# Newbie



## SafeT

Hi Everyone. New to this and didn't know where to turn for help and advice or just a general place to have a winge and just let off steam. Hope i'm in the right place. 
I give my wife £300 a week in her bank. She doesnt have to pay any bills, or pay for shopping out of that, but she says it's not enough and wants more. 
I pay everything for our home and ask her for nothing. 
Am I doing something wrong. Am I not giving her enough?
PLease help !!!


----------



## Diana7

SafeT said:


> Hi Everyone. New to this and didn't know where to turn for help and advice or just a general place to have a winge and just let off steam. Hope i'm in the right place.
> I give my wife £300 a week in her bank. She doesnt have to pay any bills, or pay for shopping out of that, but she says it's not enough and wants more.
> I pay everything for our home and ask her for nothing.
> Am I doing something wrong. Am I not giving her enough?
> PLease help !!!


Wow, thats what we have to live on! 
Firstly why doesn't she work? Secondly what does she do with all that money?


----------



## Lostinthought61

SafeT said:


> Hi Everyone. New to this and didn't know where to turn for help and advice or just a general place to have a winge and just let off steam. Hope i'm in the right place.
> I give my wife £300 a week in her bank. She doesnt have to pay any bills, or pay for shopping out of that, but she says it's not enough and wants more.
> I pay everything for our home and ask her for nothing.
> Am I doing something wrong. Am I not giving her enough?
> PLease help !!!


Has she said why she needs more? does she work? can she show you what she spends it on if anything? and is her bank account accessible by you as well ? last question do you have a separate bank account that you keep money for yourself?


----------



## EveningThoughts

Does your wife work?
If so where does that money go?

I'm also British, but obviously don't mix in the same circles, as this paying your wife is a completely foreign concept to me. I also don't know anyone that consistently spends that much weekly outside normal expenses. (Occasionally, yes, i know some spenders, but over £1,000 a month regularly, not so much).

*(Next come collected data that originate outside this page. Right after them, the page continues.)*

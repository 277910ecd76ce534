//! Energy review: what each loss costs the pumps per year, the fittings ranked by that cost,
//! lower-loss alternatives with simple payback, and throttled valves.
//!
//! The arithmetic is in small pure functions ([`loss_energy`], [`payback_years`], [`rank`]) so
//! it can be checked against the hand-worked example in `docs/energy.md`; [`apply`] fills the
//! audit's lines and fittings with them.

use crate::sentence::fig;
use serde::Serialize;

use super::lines::{FittingModel, fitting_at};
use super::models::Models;
use super::{Audit, FittingResult, LineResult, Rules};
use crate::error::{CellRef, Severity};
use crate::ingest::{Input, Service, TableKind};
use crate::physics::G;
use crate::physics::fitting::{Group, find_kind};

/// The caution every saving and payback carries (workbook, JSON, console, docs).
pub const SAVINGS_CAUTION: &str = "Savings and paybacks are estimates from published loss coefficients and the \
tariff, efficiency and running hours in force: confirm each one by field test (flow, pressure and motor power \
measured before and after) before money is spent.";

/// The caution every suggestion that changes a pump's operating point carries (a lower loss on
/// a pumped line, a valve opened): JSON, ranking sheet, Summary, console, the throttled-valve
/// finding and docs.
pub const OPERATING_POINT_CAUTION: &str = "Lowering a loss on a pumped line moves the pump's operating point: \
opening a valve or removing a loss before speed control or impeller trimming is in place lets the pump run out \
along its curve (more flow, higher NPSH required, possible motor overload). Put the flow control in place first, \
then check NPSH and motor current against the maker's data.";

/// A rank that can move by more than this many places across the K bands is marked uncertain
/// ("a few places": common practice, no source).
pub const RANK_SHIFT_LIMIT: usize = 3;

/// Relative tolerance under which two ranking values are a tie.
pub const TIE_TOLERANCE: f64 = 1e-12;

/// What turns a loss into energy and money for one line.
#[derive(Clone, Copy, Debug, PartialEq, Serialize)]
pub struct EnergyBasis {
    /// Wire-to-water efficiency of the pump set, fraction in (0, 1].
    pub efficiency: f64,
    /// Running hours per year.
    pub hours_per_year: f64,
    /// Price of one kWh.
    pub tariff_per_kwh: f64,
    /// Emission factor, kg CO₂ per kWh (0: none reported).
    pub kg_co2_per_kwh: f64,
}

/// The energy a steady loss costs.
#[derive(Clone, Copy, Debug, PartialEq, Serialize)]
pub struct LossEnergy {
    /// Hydraulic power dissipated, W.
    pub power_loss_w: f64,
    /// Electrical power the pump set draws for it, W.
    pub electrical_power_w: f64,
    /// Electrical energy per year, kWh.
    pub annual_energy_kwh: f64,
    /// Cost per year.
    pub annual_cost: f64,
    /// Emissions per year, kg CO₂.
    pub annual_co2_kg: f64,
}
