fn run(cli: Cli) -> u8 {
    match cli.command {
        Command::Audit {
            inputs,
            output,
            json,
            rules,
            fail_on,
            units,
            ranking_rows,
        } => {
            let book = report::workbook::BookOptions {
                units,
                ranking_rows: ranking_rows.0,
            };
            let Some(job) = audit_job(&inputs, output, json.as_deref(), rules.as_deref(), book)
            else {
                return 2;
            };
            match run_job(&job) {
                Ok(done) => {
                    let summary = report::console::summary_in(&done, units);
                    if json.as_deref() == Some("-") {
                        eprint!("{summary}");
                    } else {
                        print!("{summary}");
                        print_fitted(&format!("Wrote {}", job.output().display()));
                    }
                    exit_for(&done, fail_on)
                }
                Err(code) => code,
            }
        }
        Command::Rules => {
            print!("{}", audit::rules::DEFAULT_RULES_TOML);
            0
        }
        Command::Kinds { json } => {
            if json {
                println!("{}", kinds_json());
            } else {
                print!("{}", kinds_table());
            }
            0
        }
        Command::Compare(args) => compare(&args),
        Command::Review(args) => review::execute(&args.request()),
        Command::Demo { dir } => demo(&dir),
        Command::Check { inputs } => check(&inputs),
        Command::Template { out, units, layout } => template(&out, units, layout),
    }
}

/// Print `error: {e}` and return exit 2 (bad input or usage).
fn usage(e: &dyn std::fmt::Display) -> u8 {
    eprintln!("error: {e}");
    2
}

/// Print `internal error: {e}` and return exit 3.
fn internal(e: &dyn std::fmt::Display) -> u8 {
    eprintln!("internal error: {e}");
    3
}

/// Print a line fitted to the terminal width.
fn print_fitted(text: &str) {
    print!(
        "{}",
        report::console::fitted_text(text, report::text_table::console_width())
    );
}
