@settings(max_examples=examples(100), **FUZZ)
@given(text=opm_texts(), junk=st.binary(max_size=8), at=st.floats(0.0, 1.0))
def test_opm_files(workdir, text, junk, at):
    """OPM files with stray bytes, read as a STATE file (the checks against the body included)."""
    folder = fresh(workdir)
    raw = text.encode("utf-8")
    pos = int(at * len(raw))
    path = folder / "od.opm"
    path.write_bytes(raw[:pos] + junk + raw[pos:])
    attempt("OPM file", lambda: read_opm_file(path), opm_refusal(str(path)))
    earth = _earth()
    got = attempt("OPM as STATE file", lambda: load_state_file(path, earth), file_refusal(path))
    if got is not None:
        _sane_state(got.r_m, got.v_m_s, earth)


# --------------------------------------------------------------------------- the real command line

def _cli(*args: str, cwd: Path) -> subprocess.CompletedProcess:
    env = {k: v for k, v in os.environ.items() if k not in ("BURNDESK_DEBUG", "BURNDESK_PROFILES")}
    return subprocess.run([EXE, *args], capture_output=True, text=True, timeout=600, cwd=cwd, env=env)


def check_cli(proc: subprocess.CompletedProcess, name: str) -> None:
    TRIED[name] += 1
    OUTCOMES[name, "parsed" if proc.returncode in (0, 3) else "refused"] += 1
    assert "Traceback" not in proc.stderr, proc.stderr
    assert proc.returncode in (0, 2, 3), (proc.returncode, proc.stderr)
    if proc.returncode == 2:
        lines = proc.stderr.splitlines()
        assert len(lines) == 1 and lines[0].startswith("burndesk: ") and len(lines[0]) > 12, proc.stderr
    else:
        assert proc.stdout.strip()


@settings(max_examples=examples(4), **FUZZ)
@given(tree=scenario_trees(max_mutations=2))
def test_cli_orbit_on_fuzzed_scenarios(workdir, tree):
    folder = fresh(workdir)
    write_set(folder, scenario=tree)
    check_cli(_cli("orbit", "scenario.toml", cwd=folder), "CLI orbit")


@settings(max_examples=examples(3), **FUZZ)
@given(tree=scenario_trees(max_mutations=2), as_json=st.booleans())
def test_cli_plan_on_fuzzed_scenarios(workdir, tree, as_json):
    folder = fresh(workdir)
    write_set(folder, scenario=tree)
    check_cli(_cli("plan", "scenario.toml", *(["--json"] if as_json else []), cwd=folder), "CLI plan")
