VEHICLE = """name = "SEC-1"
dry_mass = "142 kg"
propellant = "18 kg"
[[thrusters]]
count = 4
thrust = "1 N"
isp = "220 s"
"""

SCENARIO = """name = "security"
body = "earth"
vehicle = "craft.toml"
epoch = "2027-03-14T06:00:00Z"
[state]
periapsis_alt = "380 km"
apoapsis_alt = "402 km"
i = 97.6
[target]
kind = "circular"
altitude = "420 km"
[options]
model = "two-body"
"""


def cli(*args, cwd, ok=None, **kw):
    env = {k: v for k, v in os.environ.items() if k not in ("BURNDESK_DEBUG", "BURNDESK_PROFILES")}
    proc = subprocess.run([EXE, *map(str, args)], capture_output=True, text=True, timeout=120, cwd=cwd,
                          env=env, **kw)
    assert "Traceback" not in proc.stderr, proc.stderr
    if ok is not None:
        assert proc.returncode in ok, (proc.returncode, proc.stdout, proc.stderr)
    return proc


def refused(proc, *words):
    assert proc.returncode == 2, (proc.returncode, proc.stdout, proc.stderr)
    lines = proc.stderr.splitlines()
    assert len(lines) == 1 and lines[0].startswith("burndesk: "), proc.stderr
    for w in words:
        assert w in lines[0], (w, lines[0])
    return lines[0]


@pytest.fixture
def work(tmp_path):
    folder = tmp_path / "work"
    folder.mkdir()
    (folder / "craft.toml").write_text(VEHICLE)
    (folder / "scenario.toml").write_text(SCENARIO)
    yield folder
    assert not list(tmp_path.rglob(CANARY)), "something was executed"


# --------------------------------------------------------------------------- data only

CODE = [f"__import__('os').system('touch {CANARY}')", f"$(touch {CANARY})", f"`touch {CANARY}`",
        f"1; touch {CANARY}", f"1 km; import os; os.system('touch {CANARY}')", f"eval(\"open('{CANARY}','w')\")",
        "1 __import__", "1 __class__", "1 __globals__", "{{7*7}}"]


@pytest.mark.parametrize("code", CODE)
@pytest.mark.parametrize("where, field", [
    (("state", "periapsis_alt"), "state.periapsis_alt"),
    (("target", "altitude"), "target.altitude"),
    (("options", "lead_time"), "options.lead_time"),
    ((None, "epoch"), "epoch"),
])
def test_code_in_a_value_is_a_bad_value(work, code, where, field):
    table, key = where
    lines = SCENARIO.splitlines()
    if table is None:
        lines = [f"{key} = {json.dumps(code)}" if line.startswith(f"{key} =") else line for line in lines]
    else:
        start = lines.index(f"[{table}]")
        lines.insert(start + 1, f"{key} = {json.dumps(code)}")
        lines = [line for k, line in enumerate(lines) if not (k > start + 1 and line.startswith(f"{key} ="))]
    path = work / "code.toml"
    path.write_text("\n".join(lines) + "\n")
    with pytest.raises(ValueError, match=rf"code\.toml: (.*: )?{re.escape(field)}: "):
        load_scenario(path)


def test_code_in_free_text_is_only_text(work):
    name = f"$(touch {CANARY}) `touch {CANARY}` __import__('os').system('touch {CANARY}')"
    (work / "text.toml").write_text(SCENARIO.replace('name = "security"', f"name = {json.dumps(name)}"))
    (work / "craft.toml").write_text(VEHICLE.replace('name = "SEC-1"', f"name = {json.dumps(name)}"))
    proc = cli("plan", "text.toml", "--json", cwd=work, ok=(0, 3))
    assert name in json.loads(proc.stdout).values() or name in proc.stdout


def test_code_in_a_body_or_vehicle_profile_is_a_bad_value(work):
    (work / "body.toml").write_text('name = "x"\nmu = { value = "__import__(\'os\')", source = "x" }\n'
                                    'radius = { value = "6378 km", source = "x" }\n')
    (work / "b.toml").write_text(SCENARIO.replace('body = "earth"', 'body = "body.toml"'))
    refused(cli("orbit", "b.toml", cwd=work), "body.toml: mu")
    (work / "craft.toml").write_text(VEHICLE.replace('thrust = "1 N"', 'thrust = "1 N; touch PWNED"'))
    refused(cli("orbit", "scenario.toml", cwd=work), "craft.toml: thrusters[1].thrust")


def test_session_payloads_are_data_only(work):
    """A hand-made journal row (its checksum is no secret) with code in its payload is refused
    as malformed and shown as rejected; nothing runs."""
    path = work / "campaign.burn"
    Session.create(path, load_scenario(work / "scenario.toml")).close()
    with Journal.open(path) as j:
        j.append("gauge_reading_taken", {"epoch_s": f"__import__('os').system('touch {CANARY}')",
                                         "propellant_kg": 1.0, "method": "x"})
        j.append(f"os.system('touch {CANARY}')", {"__class__": "subprocess.Popen", "args": ["touch", CANARY]})
        j.append("gauge_reading_taken", {"epoch_s": 1.8e9, "propellant_kg": {"__reduce__": "os.system"},
                                         "method": "x"})
    proc = cli("session", "show", path, "--json", cwd=work, ok=(0, 3))
    text = proc.stdout + proc.stderr
    with Session.open(path, readonly=True) as s:
        assert [r.seq for r in s.rejected] == [2, 3, 4]
    assert "rejected" in text or "malformed" in text or "unknown event kind" in text


# --------------------------------------------------------------------------- size and nesting limits

@pytest.mark.parametrize("make, words", [
    (lambda: "a = " + "[" * 300_000 + "]" * 300_000 + "\n", ("nested too deeply",)),
    (lambda: "a = " + "{b = " * 100_000 + "1" + "}" * 100_000 + "\n", ("nested too deeply",)),
    (lambda: "[" + ".".join(["t"] * 1_000_000) + "]\n", ("bytes, larger than",)),
    (lambda: "".join(f"[t{k}]\n" for k in range(1_000_000)), ("bytes, larger than",)),
    (lambda: 'name = "' + "x" * 10_000_000 + '"\n', ("bytes, larger than",)),
])
def test_huge_or_deep_files_are_refused(work, make, words):
    (work / "big.toml").write_text(make())
    refused(cli("orbit", "big.toml", cwd=work), "big.toml", *words)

So, what does she need or spend £300 a week on? 
Does she give you a breakdown of her expenses?
And, is this outside the norm in your lifestyle/group etc?


----------



## SafeT

Diana7 said:


> Wow, thats what we have to live on!
> Firstly why doesn't she work? Secondly what does she do with all that money?


My wife is on disability benefit. She lost that when we got married 2 years ago. She has a car on motability which she pays for out of her motability but then pays nothing else but petrol. she probably gets about £250 a month. I have basically replaced the money she lost when we got married. I've also just paid £4000 deposit on her new motability car. She is quite secretive about what she gets Still don't really know to this date exactly.. She is a hairdresser and also does that as well less than 16 hours a week, so can easily pull another £100+ per week. 
She basically blames me for her losing her PIP money, but she has no bills whatsoever to pay. Not one.
I'm seriously thinking i've been reeled in. I take home at least £100k a year.


----------



## SafeT

EveningThoughts said:


> Does your wife work?
> If so where does that money go?
> 
> I'm also British, but obviously don't mix in the same circles, as this paying your wife is a completely foreign concept to me. I also don't know anyone that consistently spends that much weekly outside normal expenses. (Occasionally, yes, i know some spenders, but over £1,000 a month regularly, not so much).
> 
> So, what does she need or spend £300 a week on?
> Does she give you a breakdown of her expenses?
> And, is this outside the norm in your lifestyle/group etc?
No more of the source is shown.